We found that low expression of HBP1 protein was significantly associated with poor survival in all NSLCLC patients. We further performed the prognosis analyses of HBP1 mRNA expression in publicly available microarray data of NSCLC by the PrognoScan database (http://www.abren.net/PrognoScan/). As shown in Figure S2, the results support our conclusion that low HBP1 expression was associated with poor survival. These clinical data indicate the relevance of our finding which can be also seen in other cohorts of patients as part of publicly available microarray expression data [25,26]. Notably, our Cox regression analysis revealed that low HBP1 expression was the major determinant of prognosis in NSCLC patients with β-catenin nuclear accumulation. These data suggested that low HBP1 expression in patients with β-catenin nuclear accumulation could be a useful prognostic factor in NSCLC.

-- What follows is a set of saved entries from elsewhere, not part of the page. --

"""The posterior of (t_max, Δm15, μ, host E): a grid over the first two, the others in closed form.

At a node r = y - M - T - K and the design [1, R_X] give, with A = XᵀC⁻¹X + diag(0, 1) and
b = XᵀC⁻¹r - (0, 1/τ), a normal in (μ, E) cut at E = 0. Limits and weak detections multiply every
node by their flux likelihood, integrated over μ.
"""

from __future__ import annotations

from dataclasses import dataclass

import numpy as np
from numpy.typing import NDArray
from scipy.linalg import cholesky, solve_triangular
from scipy.special import log_ndtr, logsumexp

from reduce.candles.covariance import Covariance, covariance
from reduce.candles.distance import rest_phase
from reduce.candles.model import FIRST_PHASE, LAST_PHASE, TypeIaModel
from reduce.candles.points import MAG_PER_RELATIVE_FLUX, Points
from reduce.records import FLUX_ZERO_POINT, Floats

RISE_D = 18.0
"""Rest-frame days from explosion to B maximum (Ganeshalingam et al. 2011: 18.0; from memory)."""
FLUX_SHAPE_ERROR = 0.1
"""Relative error of the model's flux where a limit or weak detection is compared with it."""
LARGEST_FLUX_CHI2 = 25.0
"""Bound of one flux point's χ²: a bad subtraction must not outweigh the light curve."""
SUPPORT = 9.0
"""Nodes further than this below the peak in ln P are left out: exp(-9) = 1e-4."""
FURTHEST_D = 18.0
GRID = 31
MU_STEPS = np.linspace(-4.5, 4.5, 25)
"""Where the integral over μ is taken, in standard deviations of its marginal at a node."""


@dataclass(frozen=True, slots=True)
class Data:
    """Input of a fit: magnitudes with the Milky Way's dust removed, fluxes as observed."""

    mags: Points
    fluxes: Points
    z: float
    ebv_mw: float
    """On the SF11 scale; 0 when nothing is corrected."""
    model: TypeIaModel

    def phase(self, mjd: Floats, t_max: float) -> Floats:
        """Rest-frame days since ``t_max``."""
        return rest_phase(mjd, t_max, self.z)

    def in_range(self, t_max: float) -> NDArray[np.bool_]:
        """Magnitude points inside the phases of the model."""
        phase = self.phase(self.mags.mjd, t_max)
        return (phase > FIRST_PHASE) & (phase < LAST_PHASE)


@dataclass(frozen=True, slots=True)
class System:
    """Everything that stays the same over the grid: points, covariance, design."""

    points: Points
    parts: Covariance
    dust: Floats
    """Host coefficient R_X of each point."""
    whitener: Floats
    """Inverse of the lower Cholesky factor of the covariance."""
    design: Floats
    """Whitened [1, R_X], shape (n, 2)."""
    normal: Floats
    """A, shape (2, 2)."""
    inverse: Floats

    def __len__(self) -> int:
        return len(self.points)


@dataclass(frozen=True, slots=True)
class Nodes:
    """Log probability and the moments of (μ, E) at grid nodes, shape (t_max, Δm15)."""

    t_max: Floats
    dm15: Floats
    ln_p: Floats
    mu: Floats
    mu_var: Floats
    e: Floats
    e_var: Floats
    mu_e: Floats
    """Covariance of μ and E within a node."""

    @property
    def peak(self) -> tuple[int, int]:
        """Indices of the most probable node."""
        i, j = np.unravel_index(int(np.argmax(self.ln_p)), self.ln_p.shape)
        return int(i), int(j)

    @property
    def weight(self) -> Floats:
        """Probability of each node, adding up to 1."""
        weight = np.exp(self.ln_p - self.ln_p.max())
        return np.asarray(weight / weight.sum(), float)


def system_at(data: Data, keep: NDArray[np.bool_], t_max: float) -> System:
    """The linear problem with the covariance that belongs to ``t_max``; ``keep`` is False for outliers."""
    points = data.mags.take(keep & data.in_range(t_max))
    parts = covariance(points, data.phase(points.mjd, t_max), data.model)
    factor = cholesky(parts.total, lower=True)
    whitener = np.asarray(solve_triangular(factor, np.eye(len(points)), lower=True), float)
    dust = np.empty(len(points))
    for band, rows in points.bands:
        dust[rows] = data.model.host_coefficient(band, data.z)
    design = whitener @ np.column_stack([np.ones(len(points)), dust])
    # the weak N(0, 1) on E keeps a single band solvable
    normal = design.T @ design + np.diag([0.0, 1.0])
    return System(points, parts, dust, whitener, design, normal, np.linalg.inv(normal))


def _cut_normal(mean: Floats, sigma: float) -> tuple[Floats, Floats]:
    """Mean and variance of a normal cut at zero."""
    t = mean / sigma
    hazard = np.exp(-0.5 * t**2 - 0.5 * np.log(2.0 * np.pi) - log_ndtr(t))
    return mean + sigma * hazard, np.maximum(sigma**2 * (1.0 - hazard * (hazard + t)), 1e-8)


def _row(system: System, data: Data, t_max: float, dm15: Floats) -> tuple[Floats, ...]:
    """ln P and the moments of (μ, E) at one t_max for all decline rates."""
    points, prior = system.points, data.model.prior
    phase = data.phase(points.mjd, t_max)
    shape = data.model.standard_mags(points.bands, phase, dm15, data.z)
    residual = system.whitener @ (points.value[:, None] - shape)
    b = system.design.T @ residual
    b[1] -= 1.0 / prior.e_host_scale
    centre = system.inverse @ b
    sigma = float(np.sqrt(system.inverse[1, 1]))
    ln_p = -0.5 * (residual**2).sum(0) + 0.5 * (b * centre).sum(0) + log_ndtr(centre[1] / sigma)
    ln_p += prior.ln_dm15(dm15)
    e, e_var = _cut_normal(centre[1], sigma)
    slope = system.normal[0, 1] / system.normal[0, 0]
    mu = b[0] / system.normal[0, 0] - slope * e
    mu_var = 1.0 / system.normal[0, 0] + slope**2 * e_var
    nodes = (ln_p, mu, mu_var, e, e_var, -slope * e_var)
    return _with_fluxes(system, data, t_max, dm15, centre, nodes) if len(data.fluxes) else nodes


def _model_flux(data: Data, t_max: float, dm15: Floats) -> tuple[Floats, Floats]:
    """Flux at μ = 0 and E = 0, shape (flux point, Δm15), and the host coefficient of each point.

    Before the first day of the model the flux grows with the square of the time since explosion (common
    practice).
    """
    points = data.fluxes
    phase = data.phase(points.mjd, t_max)
    held = np.maximum(phase, FIRST_PHASE)
    rise = np.clip((phase + RISE_D) / (FIRST_PHASE + RISE_D), 0.0, 1.0) ** 2
    mag = data.model.standard_mags(points.bands, held, dm15, data.z)
    dust = np.empty(len(points))
    for band, rows in points.bands:
        mag[rows] += data.model.mw_coefficients[band] * data.ebv_mw
        dust[rows] = data.model.host_coefficient(band, data.z)
    return 10.0 ** (-0.4 * (mag - FLUX_ZERO_POINT)) * rise[:, None], dust


def _with_fluxes(
    system: System, data: Data, t_max: float, dm15: Floats, centre: Floats, nodes: tuple[Floats, ...]
) -> tuple[Floats, ...]:
    """Multiply each node by the flux likelihood, integrated over μ with E at its conditional mean.

    ``centre`` is (μ̂, Ê) without the cut at E = 0, shape (2, Δm15).
    """
    ln_p, mu, mu_var = nodes[:3]
    trial_mu = mu[:, None] + np.sqrt(mu_var)[:, None] * MU_STEPS[None, :]
    off = trial_mu - centre[0][:, None]
    v = system.inverse
    sigma_e = float(np.sqrt(v[1, 1] - v[0, 1] ** 2 / v[0, 0]))
    e_centre = centre[1][:, None] + v[0, 1] / v[0, 0] * off
    trial_e, trial_e_var = _cut_normal(e_centre, sigma_e)
    trial_e = np.maximum(trial_e, 0.0)
    before = -0.5 * off**2 / v[0, 0] + log_ndtr(e_centre / sigma_e)

    flux, dust = _model_flux(data, t_max, dm15)
    dimming = trial_mu[None] + dust[:, None, None] * trial_e[None]
    predicted = flux[:, :, None] * 10.0 ** (-0.4 * dimming)
    shared = np.hypot(data.fluxes.err_band, data.fluxes.err_night) / MAG_PER_RELATIVE_FLUX
    relative = np.hypot(FLUX_SHAPE_ERROR, shared)[:, None, None]
    variance = data.fluxes.err[:, None, None] ** 2 + (relative * predicted) ** 2
    chi2 = np.minimum((data.fluxes.value[:, None, None] - predicted) ** 2 / variance, LARGEST_FLUX_CHI2)
    spread = np.log(variance / data.fluxes.err[:, None, None] ** 2)
    after = before - 0.5 * (chi2 + spread).sum(0)

    weight = np.exp(after - after.max(axis=1, keepdims=True))
    weight /= weight.sum(axis=1, keepdims=True)
    new_mu, new_e = (weight * trial_mu).sum(axis=1), (weight * trial_e).sum(axis=1)
    mu_off, e_off = trial_mu - new_mu[:, None], trial_e - new_e[:, None]
    return (
        ln_p + logsumexp(after, axis=1) - logsumexp(before, axis=1),
        new_mu,
        np.maximum((weight * mu_off**2).sum(axis=1), 1e-8),
        new_e,
        np.maximum((weight * (e_off**2 + trial_e_var)).sum(axis=1), 1e-8),
        (weight * mu_off * e_off).sum(axis=1),
    )


def evaluate(system: System, data: Data, t_max: Floats, dm15: Floats) -> Nodes:
    """All nodes of a grid."""
    rows = [_row(system, data, float(t), dm15) for t in t_max]
    columns = [np.array([np.broadcast_to(row[i], dm15.shape) for row in rows]) for i in range(6)]
    return Nodes(t_max, dm15, *columns)


def residuals(system: System, data: Data, t_max: float, dm15: float, mu: float, e: float) -> Floats:
    """Observed minus model in mag of the points of ``system``."""
    phase = data.phase(system.points.mjd, t_max)
    shape = data.model.standard_mags(system.points.bands, phase, np.array([dm15]), data.z)[:, 0]
    return np.asarray(system.points.value - shape - mu - system.dust * e, float)


def _limits(axis: Floats, used: NDArray[np.bool_]) -> tuple[float, float, bool, bool]:
    """Ends of the used part of an axis with one step of margin, and whether it touches either end."""
    inside = np.flatnonzero(used)
    step = float(axis[1] - axis[0])
    low, high = float(axis[inside[0]]) - step, float(axis[inside[-1]]) + step
    return low, high, bool(used[0]), bool(used[-1])


def explore(system: System, data: Data, t_start: float) -> Nodes:
    """The posterior on a grid that covers everything within exp(-9) of its peak, in both parameters."""
    low, high = data.model.prior.dm15_range
    d_low, d_high = low, high
    t_low, t_high = t_start - 3.0, t_start + 3.0
    earliest, latest = t_start - FURTHEST_D, t_start + FURTHEST_D
    for _ in range(10):
        coarse = evaluate(system, data, np.linspace(t_low, t_high, 17), np.linspace(d_low, d_high, 15))
        used = coarse.ln_p > coarse.ln_p.max() - SUPPORT
        t_from, t_to, at_first, at_last = _limits(coarse.t_max, used.any(axis=1))
        d_from, d_to, d_first, d_last = _limits(coarse.dm15, used.any(axis=0))
        grow_low, grow_high = at_first and t_low > earliest, at_last and t_high < latest
        grow_d = (d_first and d_low > low) or (d_last and d_high < high)
        fine = used.any(axis=1).sum() >= 8 and used.any(axis=0).sum() >= 7
        if fine and not (grow_low or grow_high or grow_d):
            break
        width = t_to - t_from
        t_low = max(t_from - (0.5 * width if grow_low else 0.0), earliest)
        t_high = min(t_to + (0.5 * width if grow_high else 0.0), latest)
        d_margin = 0.25 * (d_to - d_from)
        d_low = max(d_from - (d_margin if d_first else 0.0), low)
        d_high = min(d_to + (d_margin if d_last else 0.0), high)
    d_from, d_to = max(d_from, low), min(d_to, high)
    return evaluate(
        system,
        data,
        np.linspace(max(t_from, earliest), min(t_to, latest), GRID),
        np.linspace(d_from, d_to, GRID),
    )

Our clinical and cell model findings provide evidence that HBP1 expression can down-regulate β-catenin transactivation. Recently, Kim et al. found that epigallocatechin 3-gallate, the major phytochemical in green tea, blocks Wnt signalling by inducing the HBP1 transcriptional repressor and inhibits breast cancer tumorigenesis [27]. In addition, treatment with N-acetylcysteine, an anti-cancer compound, suppresses cell growth by increasing the expression of HBP1, but HBP1 knockdown attenuated growth arrest and apoptosis in oral cancer [28]. Therefore, strategies to increase HBP1 expression may be useful for cancer prevention or treatment. The search for antagonists or agonists of the HBP1 may also lead to the discovery of compounds that can potentially be used for lung cancer treatment.